# what's the difference between common anode to cathode?



## xx1onn (Nov 12, 2013)

I'm looking for RF controller to my RGB 5050 LED strip (5 meters) and not sure about the type of controller that can fit 
what I should I buy? common anode or cathode ?
Thanks


----------



## RoGuE_StreaK (Nov 12, 2013)

Depends on how the strip is set up; if you apply earth to one pin and positive to the other three to control the colours, then it's common cathode. If you have one positive and three grounds, then it's common anode.


----------



## xx1onn (Nov 12, 2013)

I tried to understand what you say.. but I have no experience at all ..
here is what I get


----------



## RoGuE_StreaK (Nov 12, 2013)

So do you actually have a strip currently or not? Is what you have pictured exactly what you have ordered, or is it only the controller or only the strip? The picture shows both a strip and a controller, so if you ordered that, then you don't need to worry.
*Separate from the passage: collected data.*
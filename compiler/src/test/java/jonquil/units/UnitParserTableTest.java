package jonquil.units;

import static jonquil.units.Dimension.*;
import static org.junit.jupiter.api.Assertions.assertEquals;
import static org.junit.jupiter.api.Assertions.assertInstanceOf;

import java.util.stream.Stream;
import org.junit.jupiter.params.ParameterizedTest;
import org.junit.jupiter.params.provider.Arguments;
import org.junit.jupiter.params.provider.MethodSource;

/** Unit texts an author may write, each with the SI factor and dimension its source gives. */
class UnitParserTableTest {
  private static final double DEG = Math.PI / 180;

  static Arguments row(String text, double factor, Dimension dim, String source) {
    return Arguments.of(text, factor, dim, source);
  }

  static Stream<Arguments> rows() {
    return Stream.of(
        row("m", 1, LENGTH, Sources.SI_T2),
        row("nm", 1e-9, LENGTH, Sources.SI_T7),
        row("um", 1e-6, LENGTH, Sources.SI_T7),
        row("µm", 1e-6, LENGTH, Sources.SI_T7),
        row("μm", 1e-6, LENGTH, Sources.SI_T7),
        row("mm", 1e-3, LENGTH, Sources.SI_T7),
        row("cm", 1e-2, LENGTH, Sources.SI_T7),
        row("dm", 1e-1, LENGTH, Sources.SI_T7),
        row("dam", 1e1, LENGTH, Sources.SI_T7),
        row("hm", 1e2, LENGTH, Sources.SI_T7),
        row("km", 1e3, LENGTH, Sources.SI_T7),
        row("pm", 1e-12, LENGTH, Sources.SI_T7),
        row("fm", 1e-15, LENGTH, Sources.SI_T7),
        row("am", 1e-18, LENGTH, Sources.SI_T7),
        row("zm", 1e-21, LENGTH, Sources.SI_T7),
        row("ym", 1e-24, LENGTH, Sources.SI_T7),
        row("rm", 1e-27, LENGTH, Sources.CGPM_2022),
        row("qm", 1e-30, LENGTH, Sources.CGPM_2022),
        row("W", 1, POWER, Sources.SI_T4),
        row("mW", 1e-3, POWER, Sources.SI_T7),
        row("kW", 1e3, POWER, Sources.SI_T7),
        row("MW", 1e6, POWER, Sources.SI_T7),
        row("GW", 1e9, POWER, Sources.SI_T7),
        row("TW", 1e12, POWER, Sources.SI_T7),
        row("PW", 1e15, POWER, Sources.SI_T7),
        row("EW", 1e18, POWER, Sources.SI_T7),
        row("ZW", 1e21, POWER, Sources.SI_T7),
        row("YW", 1e24, POWER, Sources.SI_T7),
        row("RW", 1e27, POWER, Sources.CGPM_2022),
        row("QW", 1e30, POWER, Sources.CGPM_2022),
        row("J", 1, ENERGY, Sources.SI_T4),
        row("mJ", 1e-3, ENERGY, Sources.SI_T7),
        row("uJ", 1e-6, ENERGY, Sources.SI_T7),
        row("eV", 1.602176634e-19, ENERGY, Sources.SI_EV),
        row("keV", 1.602176634e-16, ENERGY, Sources.SI_EV),
        row("s", 1, TIME, Sources.SI_T2),
        row("ms", 1e-3, TIME, Sources.SI_T7),
        row("ns", 1e-9, TIME, Sources.SI_T7),
        row("ps", 1e-12, TIME, Sources.SI_T7),
        row("fs", 1e-15, TIME, Sources.SI_T7),
        row("min", 60, TIME, Sources.SI_T8),
        row("h", 3600, TIME, Sources.SI_T8),
        row("d", 86400, TIME, Sources.SI_T8),
        row("Hz", 1, FREQUENCY, Sources.SI_T4),
        row("kHz", 1e3, FREQUENCY, Sources.SI_T7),
        row("MHz", 1e6, FREQUENCY, Sources.SI_T7),
        row("rad", 1, ANGLE, Sources.SI_T4),
        row("mrad", 1e-3, ANGLE, Sources.SI_T7),
        row("urad", 1e-6, ANGLE, Sources.SI_T7),
        row("deg", DEG, ANGLE, Sources.SI_T8),
        row("°", DEG, ANGLE, Sources.SI_T8),
        row("arcmin", Math.PI / 10800, ANGLE, Sources.SI_T8),
        row("arcsec", Math.PI / 648000, ANGLE, Sources.SI_T8),
        row("wave", 2 * Math.PI, ANGLE, Sources.WAVE),
        row("waves", 2 * Math.PI, ANGLE, Sources.WAVE),
        row("K", 1, TEMPERATURE, Sources.SI_T2),
        row("mK", 1e-3, TEMPERATURE, Sources.SI_T7),
        row("%", 1e-2, DIMENSIONLESS, Sources.SI_PERCENT),
        row("ppm", 1e-6, DIMENSIONLESS, Sources.SI_PERCENT),
        row("A", 1, CURRENT, Sources.SI_T2),
        row("mA", 1e-3, CURRENT, Sources.SI_T7),
        row("V", 1, VOLTAGE, Sources.SI_T4),
        row("g", 1e-3, MASS, Sources.SI_T2),
        row("kg", 1, MASS, Sources.SI_T2),
        row("mg", 1e-6, MASS, Sources.SI_T7),
        row("cm2", 1e-4, AREA, Sources.SI_5_4),
        row("cm^2", 1e-4, AREA, Sources.SI_5_4),
        row("cm²", 1e-4, AREA, Sources.SI_5_4),
        row("cm3", 1e-6, LENGTH.pow(3), Sources.SI_5_4),
        row("um2", 1e-12, AREA, Sources.SI_5_4),
        row("µm^2", 1e-12, AREA, Sources.SI_5_4),
        row("nm2", 1e-18, AREA, Sources.SI_5_4),
        row("um4", 1e-24, LENGTH4, Sources.SI_5_4),
        row("/cm", 1e2, INVERSE_LENGTH, Sources.SI_5_4),
        row("cm^-1", 1e2, INVERSE_LENGTH, Sources.SI_5_4),
        row("cm⁻¹", 1e2, INVERSE_LENGTH, Sources.SI_5_4),
        row("1/cm", 1e2, INVERSE_LENGTH, Sources.SI_5_4),
        row("/m", 1, INVERSE_LENGTH, Sources.SI_5_4),
        row("m^-1", 1, INVERSE_LENGTH, Sources.SI_5_4),
        row("V/cm", 1e2, ELECTRIC_FIELD, Sources.SI_5_4),
        row("V/m", 1, ELECTRIC_FIELD, Sources.SI_T4),
        row("kV/cm", 1e5, ELECTRIC_FIELD, Sources.SI_5_4),
        row("MV/m", 1e6, ELECTRIC_FIELD, Sources.SI_T7),
        row("W/cm2", 1e4, IRRADIANCE, Sources.NIST_811_WCM2),
        row("W/cm^2", 1e4, IRRADIANCE, Sources.NIST_811_WCM2),
        row("W/cm²", 1e4, IRRADIANCE, Sources.NIST_811_WCM2),
        row("kW/cm2", 1e7, IRRADIANCE, Sources.NIST_811_WCM2),
        row("MW/cm2", 1e10, IRRADIANCE, Sources.NIST_811_WCM2),
        row("W/m2", 1, IRRADIANCE, Sources.SI_T4),
        row("W·m^-2", 1, IRRADIANCE, Sources.SI_T4),
        row("W*m^-2", 1, IRRADIANCE, Sources.SI_T4),
        row("J/cm2", 1e4, FLUENCE, Sources.SI_5_4),
        row("mJ/cm2", 1e1, FLUENCE, Sources.SI_5_4),
        row("W/cm", 1e2, LINEAR_POWER_DENSITY, Sources.SI_5_4),
        row("A/W", 1, RESPONSIVITY, Sources.SI_T4),
        row("W/m/s", 1, POWER.divide(LENGTH).divide(TIME), Sources.SI_T4),
        row("kg·m²·s⁻³", 1, POWER, Sources.SI_T4),
        row("kg·m/s²", 1, new Dimension(1, 1, -2, 0, 0, 0), Sources.SI_T4),
        row("Hz·s", 1, DIMENSIONLESS, Sources.SI_T4));
  }

  @ParameterizedTest(name = "{0} [{3}]")
  @MethodSource("rows")
  void parsesToSourceFactorAndDimension(String text, double factor, Dimension dim, String source) {
    UnitParse.Ok ok = assertInstanceOf(UnitParse.Ok.class, UnitParser.parse(text), source);
    assertEquals(factor, ok.unit().factor(), Math.abs(factor) * 1e-12, source);
    assertEquals(dim, ok.unit().dimension(), source);
    assertEquals(Scale.LINEAR, ok.unit().scale(), source);
    assertEquals(1.0 * factor, ok.unit().toSi(1), Math.abs(factor) * 1e-12, source);
  }
}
The controller pictured doesn't seem to have all of the markings to indicate whether it's common anode or common cathode, but I'd _*guess*_ from the wire colours that it is common cathode; it has red/green/blue wires for the control, and the other wire is black, which _usually_ indicates an earth wire. Then again there's already a red wire for colour control, so maybe they think that two reds would be confusing, so there's a vague possibility that it's still common anode (positive via the black wire)

[EDIT] actually, you say RF, not IR... so are you trying to control the pictured strip with radio control rather than IR control? If so, do you currently physically own the strip shown above?
If you have it in your hands, simply find a 12V source, grab two wires, poke the ground wire into the black wire connection of the strip and the positive wire into one of the coloured lines. If it all lights up with the indicated colour, then it's common cathode. If it doesn't light up, swap the wires; if this lights up, then it's common anode.
If neither lights up, you may have just fried your strip. Plug the IR controller back in and check if it still works.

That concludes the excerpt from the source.